August 17, 2007

The King

I like Elvis Presley music. I love Elvis movies. His acting is not as bad as critics would like you to believe because he was the same character in every single movie -- Elvis. I heard an anecdote about Elvis that sums this up. Supposedly he was talking during the break on the set of one of his movies. The director called for Elvis to return to the set. He stood up, shook hands and said " Time to go be him." Most of us do not know what Elvis was like in real-life. I cannot believe he was 'on' all the time.

I have been to Graceland twice. The first time was just a couple of years after he died hugging the toilet in the upstairs bathroom. The house had just opened for tours and docents led the tour through the house. I was struck by several things, the absolute worship of Elvis by many on the tour. As the guide pointed out the horses in the meadow behind the house, one of the tourists asked if those were Elvis' horses. The guide said that they were not, but they were just like the ones Elvis had. The tourist wanted to know if they could pet the horses or cut some hair from their manes. Good Gosh, they are not the same horses! I was struck by the racketball court filled with gold and platinum records. I laughed at the white jump suits tailored to fit around Elvis' gut. I marveled at the people sobbing and crying hysterically at the grave site.

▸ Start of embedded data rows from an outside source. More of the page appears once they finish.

/// `Ok(sum)` when the sum of squared residuals is finite, else the point
/// to blame.
fn finish_sum(chi2: f64, resid: &[f64]) -> Result<f64, NonFinite> {
    if chi2.is_finite() {
        Ok(chi2)
    } else {
        // A non-finite residual, or else the first point whose square
        // overflows (finite residuals whose squares sum past f64::MAX).
        let point = resid
            .iter()
            .position(|r| !(r * r).is_finite())
            .unwrap_or_else(|| {
                let mut sum = 0.0;
                resid
                    .iter()
                    .position(|r| {
                        sum += r * r;
                        !sum.is_finite()
                    })
                    .unwrap_or(0)
            });
        Err(NonFinite { point })
    }
}

/// The signed deviance residual of a count `n >= 0` at the Poisson mean
/// `mu` and its derivative with respect to `mu` (Baker and Cousins, NIM
/// 221 (1984) 437, eq. for the Poisson likelihood ratio):
/// `r = sign(mu - n) sqrt(2 (mu - n + n ln(n / mu)))`, `r = sqrt(2 mu)` for
/// `n = 0`, so that `r^2` is the point's deviance.
///
/// Written with `t = (mu - n) / n` as `r = t sqrt(n h(t))`,
/// `dr/dmu = 1 / ((1 + t) sqrt(n h(t)))`, `h(t) = 2 (t - ln(1 + t)) / t^2`
/// (its Taylor series for `|t| < 0.01`), which has no cancellation and the
/// right limit `dr/dmu -> 1 / sqrt(mu)` at `mu = n`. `mu <= 0` (or not a
/// number) gives NaN: a rejected step.
pub fn poisson_residual(mu: f64, n: f64) -> (f64, f64) {
    if !(mu.is_finite() && mu > 0.0) {
        return (f64::NAN, f64::NAN);
    }
    if n == 0.0 {
        let r = (2.0 * mu).sqrt();
        return (r, 1.0 / r);
    }
    let t = (mu - n) / n;
    let h = if t.abs() < 0.01 {
        // 2 sum_{k >= 2} (-1)^k t^(k-2) / k, through t^8 (error below 1e-19).
        let c = [
            1.0 / 2.0,
            -1.0 / 3.0,
            1.0 / 4.0,
            -1.0 / 5.0,
            1.0 / 6.0,
            -1.0 / 7.0,
            1.0 / 8.0,
            -1.0 / 9.0,
            1.0 / 10.0,
        ];
        2.0 * c.iter().rev().fold(0.0, |acc, ck| acc * t + ck)
    } else {
        2.0 * (t - t.ln_1p()) / (t * t)
    };
    let s = (n * h).sqrt();
    (t * s, 1.0 / ((1.0 + t) * s))
}

#[cfg(test)]
mod tests {
    use super::poisson_residual;

    #[test]
    fn deviance_residual_identities() {
        // Definition (Baker and Cousins 1984): r^2 = 2 (mu - n + n ln(n/mu)),
        // sign of mu - n; n = 0 gives 2 mu.
        for &(mu, n) in &[(3.0, 7.0), (12.5, 4.0), (0.2, 1.0), (40.0, 39.0), (5.0, 5.05)] {
            let (r, dr) = poisson_residual(mu, n);
            let d: f64 = 2.0 * (mu - n + n * (n / mu).ln());
            assert!((r * r - d).abs() <= 1e-12 * d.max(1e-3), "{mu} {n}");
            assert_eq!(r.signum(), (mu - n).signum());
            // dr/dmu = (1 - n/mu) / r (differentiating r^2 = D).
            assert!((dr - (1.0 - n / mu) / r).abs() <= 1e-10 * dr.abs());
        }
        let (r, dr) = poisson_residual(2.0, 0.0);
        assert_eq!((r, dr), (2.0, 0.5));
        // At mu = n: r = 0 and dr/dmu = 1/sqrt(mu) (the limit of (1 - n/mu)/r).
        let (r, dr) = poisson_residual(9.0, 9.0);
        assert_eq!(r, 0.0);
        assert!((dr - 1.0 / 3.0).abs() < 1e-15);
        // Continuity across the series/direct switch at |t| = 0.01, and
        // against a central difference of r in mu.
        for &mu in &[
            9.0 * 1.0099,
            9.0 * 1.0101,
            9.0 * 0.9901,
            9.0 * 0.9899,
            9.0 * 1.0000001,
        ] {
            let (_, dr) = poisson_residual(mu, 9.0);
            let h = 1e-6;
            let num = (poisson_residual(mu + h, 9.0).0 - poisson_residual(mu - h, 9.0).0) / (2.0 * h);
            assert!((dr - num).abs() < 1e-8, "{mu}: {dr} vs {num}");
        }
        // mu <= 0 where a count exists: not finite (a rejected step).
        assert!(poisson_residual(0.0, 3.0).0.is_nan());
        assert!(poisson_residual(-1.0, 0.0).0.is_nan());
    }
}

I returned a few years later with a friend. The tour was partially recorded and a guide spoke at certain points in the tour. "Here is the piano where Elvis spent many an evening singing gospel songs with his closest friends." Sure, while he was eating handfuls of bacon and Quaaludes. "This is the Jungle Room. Elvis bought all this furniture in a twenty minute shopping trip to Memphis." You can tell. Graceland looks like it was decorated entirely by purchases at garage sales. My friend thought it looked exactly like it was decorated by a guy who was born in a dirt floor shack in Tupelo, Mississippi who suddenly had more wealth than he could spend.

In the end, perhaps only the Beatles could understand the life Elvis was forced to live. The immense fame eclipsed his talent, his personality. He was forced to be Elvis twenty-four/seven. Even when he served his country he was "Elvis". He had given up his life years before. I can understand the rumors of Elvis working in a gas station in Michigan, a Burger King in Maine. He must have longed for a private life, yet he was constantly pulled by the most powerful addiction of all -- fame. No wonder drugs and booze and peanut butter and banana sandwiches claimed his life.

I spent a good portion of last night watching Elvis movies. I looked for no lessons in life, no hidden meanings. I wanted to be entertained. Elvis came through. He always did. RIP Elvis.